Os democratas já estavam de olho na atuação do Serviço Postal antes disso. No início de agosto, a líder da Câmara de Deputados, Nancy Pelosi, afirmou que a empresa estatal havia reduzido horas extras, restringido viagens extras para entregas de correspondências e reduzindo equipamentos de processamento - medidas confirmadas pelo chefe da empresa, Louis DeJoy.
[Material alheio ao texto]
//! Nodal lines: where ψ changes sign, by marching squares on the samples.

use super::field::Field;
use tiny_skia::{Path, PathBuilder};

/// Side, in samples, of the blocks in which the amplitude is judged.
const BLOCK: usize = 8;
/// Below this part of the peak, in a block and its neighbours, a change of sign is left out: the
/// page is blank there, and the sign is near the accuracy of the mode.
const FAINT: f32 = 1e-3;

/// Nodal lines as a path on the page; `inside` tells whether a pixel lies wholly in the outline.
pub fn nodal_lines(field: &Field, inside: impl Fn(usize, usize) -> bool) -> Option<Path> {
    let (nx, ny) = field.count;
    let loud = Loudness::of(field);
    let place = |i: usize, j: usize| {
        (
            field.start.0 + i * field.stride,
            field.start.1 + j * field.stride,
        )
    };
    let within: Vec<bool> = (0..nx * ny)
        .map(|k| {
            let (x, y) = place(k % nx, k / nx);
            inside(x, y)
        })
        .collect();
    let mut builder = PathBuilder::new();
    for j in 0..ny.saturating_sub(1) {
        for i in 0..nx.saturating_sub(1) {
            let k = [
                j * nx + i,
                j * nx + i + 1,
                (j + 1) * nx + i + 1,
                (j + 1) * nx + i,
            ];
            let v = k.map(|k| field.values[k]);
            let positive = v.map(|v| v >= 0.0);
            if positive.iter().all(|&p| p == positive[0])
                || !k.iter().all(|&k| within[k])
                || !loud.at(i, j)
            {
                continue;
            }
            let (x, y) = place(i, j);
            for (from, to) in crossings(v, positive) {
                let pixel = |p: (f32, f32)| {
                    let s = field.stride as f32;
                    (x as f32 + 0.5 + s * p.0, y as f32 + 0.5 + s * p.1)
                };
                let (a, b) = (pixel(from), pixel(to));
                builder.move_to(a.0, a.1);
                builder.line_to(b.0, b.1);
            }
        }
    }
    builder.finish()
}

type Place = (f32, f32);

/// Segments in one cell, its corners in order around it from the upper left.
fn crossings(v: [f32; 4], positive: [bool; 4]) -> Vec<(Place, Place)> {
    const CORNERS: [Place; 4] = [(0.0, 0.0), (1.0, 0.0), (1.0, 1.0), (0.0, 1.0)];
    let hits: Vec<Place> = (0..4)
        .filter(|&e| positive[e] != positive[(e + 1) % 4])
        .map(|e| {
            let f = (e + 1) % 4;
            let t = v[e] / (v[e] - v[f]);
            let (a, b) = (CORNERS[e], CORNERS[f]);
            (a.0 + t * (b.0 - a.0), a.1 + t * (b.1 - a.1))
        })
        .collect();
    match hits[..] {
        [a, b] => vec![(a, b)],
        // a saddle: the sign in the middle says which corners are joined
        [a, b, c, d] => {
            let middle = v.iter().sum::<f32>() >= 0.0;
            if middle == positive[0] {
                vec![(a, b), (c, d)]
            } else {
                vec![(d, a), (b, c)]
            }
        }
        _ => Vec::new(),
    }
}

/// Whether the field is worth a line, by blocks.
struct Loudness {
    blocks: Vec<bool>,
    across: usize,
}

impl Loudness {
    fn of(field: &Field) -> Self {
        let (nx, ny) = field.count;
        let (across, down) = (nx.div_ceil(BLOCK), ny.div_ceil(BLOCK));
        let mut top = vec![0.0f32; across * down];
        for (k, v) in field.values.iter().enumerate() {
            let b = (k / nx / BLOCK) * across + k % nx / BLOCK;
            top[b] = top[b].max(v.abs());
        }
        let floor = FAINT * field.peak as f32;
        let blocks = (0..across * down)
            .map(|b| {
                let (i, j) = (b % across, b / across);
                let near = |c: usize, end: usize| c.saturating_sub(1)..(c + 2).min(end);
                near(j, down).any(|j| near(i, across).any(|i| top[j * across + i] > floor))
            })
            .collect();
        Self { blocks, across }
    }

    fn at(&self, i: usize, j: usize) -> bool {
        self.blocks[(j / BLOCK) * self.across + i / BLOCK]
    }
}

#[cfg(test)]
mod tests {
    use super::super::place::{Area, View};
    use super::*;
    use crate::geometry::{Outline, Point};
    use crate::modes::Modes;

    #[test]
    fn the_nodes_of_a_box_mode_are_straight_and_in_place() {
        let at = |x, y| Point { x, y };
        let outline = Outline::polygon(&[at(0.0, 0.0), at(3.0, 0.0), at(3.0, 2.0), at(0.0, 2.0)]);
        let modes = Modes::placeholder(outline, vec![(3, 1)]);
        let area = Area {
            left: 0.0,
            top: 0.0,
            width: 299.3,
            height: 200.0,
        };
        let view = View::fit(modes.outline().bounds(), area);
        let field = Field::sample(&modes, 0, &view, 300, 200);
        let path = nodal_lines(&field, |_, _| true).expect("two lines");
        for p in path.points() {
            let third = p.x / (299.3 / 3.0);
            assert!((third - third.round()).abs() < 1e-3, "{p:?}");
            assert!((0.9..2.1).contains(&third));
        }
        assert!(nodal_lines(&field, |_, _| false).is_none());
    }
}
Aliado de Trump, ele assumiu a agência, que há anos está mal financeiramente, com a promessa de torná-la mais eficiente, aumentando o escrutínio sobre as operações da empresa, impondo restrições sobre traslados e reduzindo a quantidade de postos de processamento de cartas.
Fazendo aumentar as especulações da oposição sobre um ação coordenada entre a Casa Branca e o Serviço Postal, Trump disse na semana passada que se opõe ao financiamento emergencial para a agência por causa dos esforços dos democratas em expandir a votação por correspondência - eles querem que o Executivo entre com US$ 25 bilhões para fortalecer o Serviço Postal.
“O presidente declarou explicitamente sua intenção de manipular os Correios para negar aos eleitores aptos o acesso à cédula em busca de sua própria reeleição”, escreveram os democratas em uma declaração conjunta divulgada neste domingo (16). Eles ainda disseram que DeJoy é um “mega doador” da campanha de Trump e que ele "agiu como cúmplice na campanha do presidente para trapacear na eleição", lançando "novas mudanças operacionais abrangentes que degradam os padrões de entrega e atrasam as entregas de correspondência". Por isso os democratas querem que DeJoy testemunhe diante o Congresso.
Pelosi também convocou sessão extraordinária da Câmara - que está em recesso neste mês de agosto - para discutir a elaboração de um projeto de lei proibindo o Serviço Postal do país de realizar mudanças operacionais neste ano.
Afinal, votação universal por correio é necessária?
O candidato democrata Joe Biden afirmou recentemente que a votação por correspondência é a única forma de garantir uma eleição segura em meio à pandemia de Covid-19. Contudo, Anthony Fauci, diretor do Instituto Nacional de Alergia e Doenças Infecciosas e uma das lideranças em saúde mais respeitadas dos EUA, afirmou que “não há razão” pela qual os americanos não possam votar presencialmente nas eleições de 3 de novembro, contanto que sigam as regras de distanciamento e uso de máscaras.
“Se você vai e usa uma máscara, se observa o distanciamento físico e não há uma situação de aglomeração, não há razão para que [as pessoas] não sejam capazes de fazer isso”, disse Fauci à ABC News, citando o exemplo de como os supermercados vem funcionando desde que a pandemia começou.